• [DATA FOR PROCESSING]

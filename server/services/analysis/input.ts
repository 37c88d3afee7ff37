// Gathers everything a study's analysis depends on into shared/analysis's AnalysisInput, and the
// hash of it: the same hash means the same result, so stored results are reused and can be
// recomputed and compared later.
import { createHash } from 'node:crypto';
import { and, asc, desc, eq, inArray, isNull } from 'drizzle-orm';
import stableStringify from 'fast-json-stable-stringify';
import { ANALYSIS_VERSION, type AnalysisInput } from '../../../shared/analysis';
import { ENGINE_VERSION } from '../../../shared/fitting';
import type { PlateMap } from '../../../shared/plate-map/schema';
import type { StudyAnalysisSettings } from '../../../shared/schemas/analysis';
import type { DbOrTx } from '../../db/client';
import type { studies} from '../../db/schema';
import { analysisSettings, assays, exclusions, plates, preparations, reads, studyVariants, variants, wellRecords } from '../../db/schema';

type Study = typeof studies.$inferSelect;

export async function loadSettings(db: DbOrTx, studyId: string): Promise<{ settings: StudyAnalysisSettings; version: number }> {
  const row = await db.query.analysisSettings.findFirst({ where: eq(analysisSettings.studyId, studyId) });
  return row ? { settings: row.settings as StudyAnalysisSettings, version: row.version } : { settings: {}, version: 1 };
}

async function chooseRead(db: DbOrTx, plateId: string, wanted: string | undefined, readMode: 'endpoint' | 'kinetic') {
  const plateReads = await db.select().from(reads).where(eq(reads.plateId, plateId)).orderBy(desc(reads.createdAt), asc(reads.blockIndex));
  // The newest read of the assay's read mode, unless the scientist picked one.
  return plateReads.find((r) => r.id === wanted) ?? plateReads.find((r) => r.kind === readMode) ?? plateReads[0] ?? null;
}

export async function buildAnalysisInput(db: DbOrTx, study: Study) {
  const { settings, version } = await loadSettings(db, study.id);
  const assay = await db.query.assays.findFirst({ where: eq(assays.id, study.assayId) });
  if (!assay) throw new Error(`assay ${study.assayId} of study ${study.id} is missing`);
  const included = await db
    .select({ variant: variants })
    .from(studyVariants)
    .innerJoin(variants, eq(variants.id, studyVariants.variantId))
    .where(eq(studyVariants.studyId, study.id))
    .orderBy(asc(studyVariants.position));
  const variantIds = included.map((r) => r.variant.id);
  const preps = variantIds.length
    ? await db.select().from(preparations).where(inArray(preparations.variantId, variantIds)).orderBy(desc(preparations.preparedOn), desc(preparations.createdAt))
    : [];
  const prepOf = (variantId: string) =>
    preps.find((p) => p.id === settings.preparations?.[variantId] && p.variantId === variantId) ?? preps.find((p) => p.variantId === variantId) ?? null;

  const studyPlates = await db.select().from(plates).where(eq(plates.studyId, study.id)).orderBy(asc(plates.createdAt));
  const platesInput: AnalysisInput['plates'] = [];
  for (const plate of studyPlates) {
    const read = await chooseRead(db, plate.id, settings.plateReads?.[plate.id], assay.readMode);
    const wells = read ? await db.select().from(wellRecords).where(eq(wellRecords.readId, read.id)) : [];
    platesInput.push({
      id: plate.id,
      name: plate.name,
      format: plate.format as 96 | 384,
      map: plate.map as PlateMap,
      read: read
        ? {
            id: read.id,
            kind: read.kind,
            timesS: read.timesS,
            wells: Object.fromEntries(wells.map((w) => [w.well, { value: w.value, values: w.values, flag: w.flag }])),
          }
        : null,
    });
  }
  const active = await db
    .select()
    .from(exclusions)
    .where(and(eq(exclusions.studyId, study.id), isNull(exclusions.liftedAt)))
    .orderBy(asc(exclusions.createdAt));

  const { plateReads: _reads, preparations: _preps, ...engineSettings } = settings;
  const usedReads = Object.fromEntries(platesInput.map((p) => [p.id, p.read?.id ?? null]));
  const input: AnalysisInput = {
    assay: {
      readMode: assay.readMode,
      detection: assay.detection,
      quantitation: assay.quantitation,
      extinctionCoefficient: assay.extinctionCoefficient,
      extinctionUnit: assay.extinctionUnit as 'M-1cm-1' | 'mM-1cm-1',
      pathLengthCm: assay.pathLengthCm,
      wellVolumeUl: assay.wellVolumeUl,
      chromophorePka: assay.chromophorePka,
      stopSolution: assay.stopSolution,
      temperatureC: assay.temperatureC,
      wavelengthNm: assay.wavelengthNm,
    },
    variants: included.map(({ variant }) => ({
      id: variant.id,
      name: variant.name,
      isParent: variant.isParent,
      proteinMgPerMl: prepOf(variant.id)?.proteinMgPerMl ?? null,
    })),
    referenceVariantId: study.referenceVariantId,
    plates: platesInput,
    settings: engineSettings,
    exclusions: active.map((e) => ({ id: e.id, plateId: e.plateId, well: e.well, reason: e.reason })),
  };
  return { input, settings, settingsVersion: version, exclusions: active, usedReads, assay: { readMode: assay.readMode, quantitation: assay.quantitation } };
}

/** SHA-256 of the input in a stable key order, with the engine and analysis versions. */
export function hashAnalysisInput(input: AnalysisInput): string {
  return createHash('sha256').update(stableStringify({ engine: ENGINE_VERSION, analysis: ANALYSIS_VERSION, input })).digest('hex');
}

/** The hash of exactly what one profile's fit was computed from. */
export function hashProfileInput(value: unknown): string {
  return createHash('sha256').update(stableStringify({ engine: ENGINE_VERSION, value })).digest('hex');
}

• [WHAT TO DO] Print the lines above from the one with "string, wanted: string" through the one with "const read = await", both included, exactly as written and nothing more.

• [EXPECTED OUTPUT]
async function chooseRead(db: DbOrTx, plateId: string, wanted: string | undefined, readMode: 'endpoint' | 'kinetic') {
  const plateReads = await db.select().from(reads).where(eq(reads.plateId, plateId)).orderBy(desc(reads.createdAt), asc(reads.blockIndex));
  // The newest read of the assay's read mode, unless the scientist picked one.
  return plateReads.find((r) => r.id === wanted) ?? plateReads.find((r) => r.kind === readMode) ?? plateReads[0] ?? null;
}

export async function buildAnalysisInput(db: DbOrTx, study: Study) {
  const { settings, version } = await loadSettings(db, study.id);
  const assay = await db.query.assays.findFirst({ where: eq(assays.id, study.assayId) });
  if (!assay) throw new Error(`assay ${study.assayId} of study ${study.id} is missing`);
  const included = await db
    .select({ variant: variants })
    .from(studyVariants)
    .innerJoin(variants, eq(variants.id, studyVariants.variantId))
    .where(eq(studyVariants.studyId, study.id))
    .orderBy(asc(studyVariants.position));
  const variantIds = included.map((r) => r.variant.id);
  const preps = variantIds.length
    ? await db.select().from(preparations).where(inArray(preparations.variantId, variantIds)).orderBy(desc(preparations.preparedOn), desc(preparations.createdAt))
    : [];
  const prepOf = (variantId: string) =>
    preps.find((p) => p.id === settings.preparations?.[variantId] && p.variantId === variantId) ?? preps.find((p) => p.variantId === variantId) ?? null;

  const studyPlates = await db.select().from(plates).where(eq(plates.studyId, study.id)).orderBy(asc(plates.createdAt));
  const platesInput: AnalysisInput['plates'] = [];
  for (const plate of studyPlates) {
    const read = await chooseRead(db, plate.id, settings.plateReads?.[plate.id], assay.readMode);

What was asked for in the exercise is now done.